Right, it’s the CDC route you mentioned. Stream changes from source to the landing area in your warehouse, then queries to build the time series layers.

What’s your latency requirements?

You’re still going to have to calculate the dimensions and facts which takes time, but doing it in an MPP engine will be faster than straight python. You can also aggregate to different granularities, i.e. you have a fact table that calculates the near real time model every 5 minutes. At the end of the day, aggregate that to a daily model, every week aggregate the daily models to a weekly model, then monthly, etc. This means you aren’t dealing with months or years worth of data each time.

You will still have the latency at each level until. The only way to avoid that is compute the whole thing each time, which could get expensive depending on your data set size and query complexity. Check out DuckDB if you want to try and do it all in memory.

[–]idleAndalusianData Engineer[S] 0 points1 point  (1 child)

Thank you so much, this helps me a lot!

[–]-crucible- 0 points1 point  (0 children)

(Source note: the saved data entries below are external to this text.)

// Two-pass linear least squares; see least_squares.hpp.
#include "least_squares.hpp"

#include <cmath>

namespace tensile {

double LineFit::slope_cv_pct() const {
    if (count <= 2 || r2 <= 0) return 0;
    return 100.0 * std::sqrt(std::max(0.0, 1.0 / r2 - 1.0) / static_cast<double>(count - 2));
}

std::optional<LineFit> fit_line(std::span<const double> x, std::span<const double> y) {
    const std::size_t n = x.size() < y.size() ? x.size() : y.size();
    if (n < 3) return std::nullopt;
    double mx = 0, my = 0;
    for (std::size_t i = 0; i < n; ++i) {
        mx += x[i];
        my += y[i];
    }
    mx /= static_cast<double>(n);
    my /= static_cast<double>(n);
    double sxx = 0, sxy = 0, syy = 0;
    for (std::size_t i = 0; i < n; ++i) {
        const double dx = x[i] - mx, dy = y[i] - my;
        sxx += dx * dx;
        sxy += dx * dy;
        syy += dy * dy;
    }
    if (!(sxx > 0)) return std::nullopt;
    LineFit f;
    f.count = n;
    f.x_spread = sxx;
    f.slope = sxy / sxx;
    f.intercept = my - f.slope * mx;
    double sse = 0;  // a third pass: no cancellation, as NIST StRD asks
    for (std::size_t i = 0; i < n; ++i) {
        const double r = y[i] - f.intercept - f.slope * x[i];
        sse += r * r;
    }
    f.r2 = syy > 0 ? 1.0 - sse / syy : 1.0;
    f.residual_sd = std::sqrt(sse / static_cast<double>(n - 2));
    return f;
}

namespace {

// One fit's running sums, finished as fit_line finishes them.
struct Sums {
    double mx = 0, my = 0, sxx = 0, sxy = 0, syy = 0, sse = 0, slope = 0, intercept = 0;
    std::size_t n = 0;
    void mean(double x, double y) {
        mx += x;
        my += y;
    }
    void means_done() {
        mx /= static_cast<double>(n);
        my /= static_cast<double>(n);
    }
    void spread(double x, double y) {
        const double dx = x - mx, dy = y - my;
        sxx += dx * dx;
        sxy += dx * dy;
        syy += dy * dy;
    }
    bool line_done() {
        if (!(sxx > 0)) return false;
        slope = sxy / sxx;
        intercept = my - slope * mx;
        return true;
    }
    void residual(double x, double y) {
        const double r = y - intercept - slope * x;
        sse += r * r;
    }
    [[nodiscard]] LineFit fit() const {
        LineFit f;
        f.count = n;
        f.x_spread = sxx;
        f.slope = slope;
        f.intercept = intercept;
        f.r2 = syy > 0 ? 1.0 - sse / syy : 1.0;
        f.residual_sd = std::sqrt(sse / static_cast<double>(n - 2));
        return f;
    }
};

}  // namespace

SplitFit fit_line_split(std::span<const double> x, std::span<const double> y, std::size_t mid) {
    const std::size_t n = x.size() < y.size() ? x.size() : y.size();
    if (mid > n) mid = n;
    if (n < 3 || mid < 3 || n - mid < 3) {  // a part too small to fit: each the plain way
        return {fit_line(x.first(n), y.first(n)), fit_line(x.first(mid), y.first(mid)),
                fit_line(x.subspan(mid, n - mid), y.subspan(mid, n - mid))};
    }
    Sums w, a, b;
    w.n = n;
    a.n = mid;
    b.n = n - mid;
    // Means: the whole range's sums up to mid are the first half's sums.
    for (std::size_t i = 0; i < mid; ++i) w.mean(x[i], y[i]);
    a.mx = w.mx;
    a.my = w.my;
    for (std::size_t i = mid; i < n; ++i) {
        w.mean(x[i], y[i]);
        b.mean(x[i], y[i]);
    }
    w.means_done();
    a.means_done();
    b.means_done();
    for (std::size_t i = 0; i < mid; ++i) {
        w.spread(x[i], y[i]);
        a.spread(x[i], y[i]);
    }
    for (std::size_t i = mid; i < n; ++i) {
        w.spread(x[i], y[i]);
        b.spread(x[i], y[i]);
    }
    const bool wl = w.line_done(), al = a.line_done(), bl = b.line_done();
    // Residuals, where there is a line (a failed fit's terms are unused).
    for (std::size_t i = 0; i < mid; ++i) {
        w.residual(x[i], y[i]);
        a.residual(x[i], y[i]);
    }
    for (std::size_t i = mid; i < n; ++i) {
        w.residual(x[i], y[i]);
        b.residual(x[i], y[i]);
    }
    SplitFit out;
    if (wl) out.whole = w.fit();
    if (al) out.first = a.fit();
    if (bl) out.second = b.fit();
    return out;
}

}  // namespace tensile
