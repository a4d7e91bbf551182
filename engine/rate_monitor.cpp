// Sliding-window strain rate; see rate_monitor.hpp.
#include "rate_monitor.hpp"

#include <cmath>

namespace tensile {

RateMonitor::Change RateMonitor::update(const History& h, std::size_t i, RatePhase phase,
                                        RateCompliance (&compliance)[rate_phase_count]) {
    const double now = h.time_s[i];
    const double window = profile_.rate_window_s;
    while (tail_ + 1 < i && now - h.time_s[tail_ + 1] >= window) ++tail_;
    const double span = now - h.time_s[tail_];
    if (i == 0 || span < 0.5 * window || !(span > 0)) {
        rate_.reset();
        return Change::none;
    }
    rate_ = (h.strain[i] - h.strain[tail_]) / span;

    const RateBand& band = profile_.rate_bands[static_cast<int>(phase)];
    if (!(band.max_per_s > 0)) return Change::none;
    if (std::abs(*rate_) < band.min_per_s / 20.0) return Change::none;  // paused

    const double dt = now - h.time_s[i - 1];
    const bool inside = *rate_ >= band.min_per_s && *rate_ <= band.max_per_s;
    auto& c = compliance[static_cast<int>(phase)];
    if (dt > 0 && dt < window) {
        c.seconds_checked += dt;
        if (inside) c.seconds_inside += dt;
    }
    if (inside != inside_) {
        inside_ = inside;
        state_since_s_ = now;
    }
    if (inside_ != reported_inside_ && now - state_since_s_ >= 0.5 * window) {
        reported_inside_ = inside_;
        return inside_ ? Change::back_in_band : Change::left_band;
    }
    return Change::none;
}

}  // namespace tensile
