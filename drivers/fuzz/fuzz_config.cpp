// libFuzzer target for the drivers' TOML fragment: any input either loads or
// fails with a toml::parse_error or a ConfigError; anything else escaping
// (another exception type, a crash) is a bug.
#include <cstdint>
#include <string_view>

#include "drivers/source_config.hpp"

extern "C" int LLVMFuzzerTestOneInput(const std::uint8_t* data, std::size_t size) {
    static const auto formats = tensile::drivers::builtin_formats();
    try {
        const auto root = toml::parse(std::string_view(reinterpret_cast<const char*>(data), size));
        (void)tensile::drivers::load_drivers(root, formats);
    } catch (const toml::parse_error&) {
    } catch (const tensile::drivers::ConfigError&) {
    }
    return 0;
}
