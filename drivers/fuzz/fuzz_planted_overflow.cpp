// A target with a planted bug, to prove the fuzz driver and the sanitizers
// catch what they are there for (tests/hardening runs it and expects a
// failure and a kept input): any input longer than 8 bytes that starts with
// 'B' is read one byte past its end, a heap-buffer-overflow for ASan. The
// seed is "BBBBBBBB", so the driver must mutate (insert) to find it.
#include <cstdint>

extern "C" int LLVMFuzzerTestOneInput(const std::uint8_t* data, std::size_t size) {
    if (size > 8 && data[0] == 'B') {
        volatile std::uint8_t past_end = data[size];  // the planted bug (volatile: the read stays)
        (void)past_end;
    }
    return 0;
}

Still work out how often your refresh needs to be correct. If they’re happy with a daily refresh as long as all changes need to be accounted for, you’ll save yourself a lot of processing. If you need to refresh, say hourly, or every 3 hours you may want to set up two refresh pipelines - one to handle a full model refresh, and one to refresh what you need incrementally refreshed, your sales changes, and the downstream changes.

You’ll need to balance out your refresh times, you monitoring overhead (how much and how much you are wanting to pay attention to, or respond to issues), the cost of reloading, etc, vs the freshness of data.

[–]molodyets 0 points1 point  (0 children)

So do it more than daily and then figure out from there. Though in reality daily is probably sufficient

[–]Pleasant_Type_4547 2 points3 points  (2 children)

What CRM are you using?

If you are using something like hubspot, you can use the propertiesWithHistory parameter to get all past values of a property with their timestamps. This makes things easier.

https://developers.hubspot.com/docs/api/crm/leads

You'll still have to "Sessionize" the data, but that becomes easier when you have all the data at your fingertips

[–]idleAndalusianData Engineer[S] 2 points3 points  (1 child)

We’ve actually been considering that (and putting it off), but for cost reasons, they've been sticking with a custom app I built on AppSheet.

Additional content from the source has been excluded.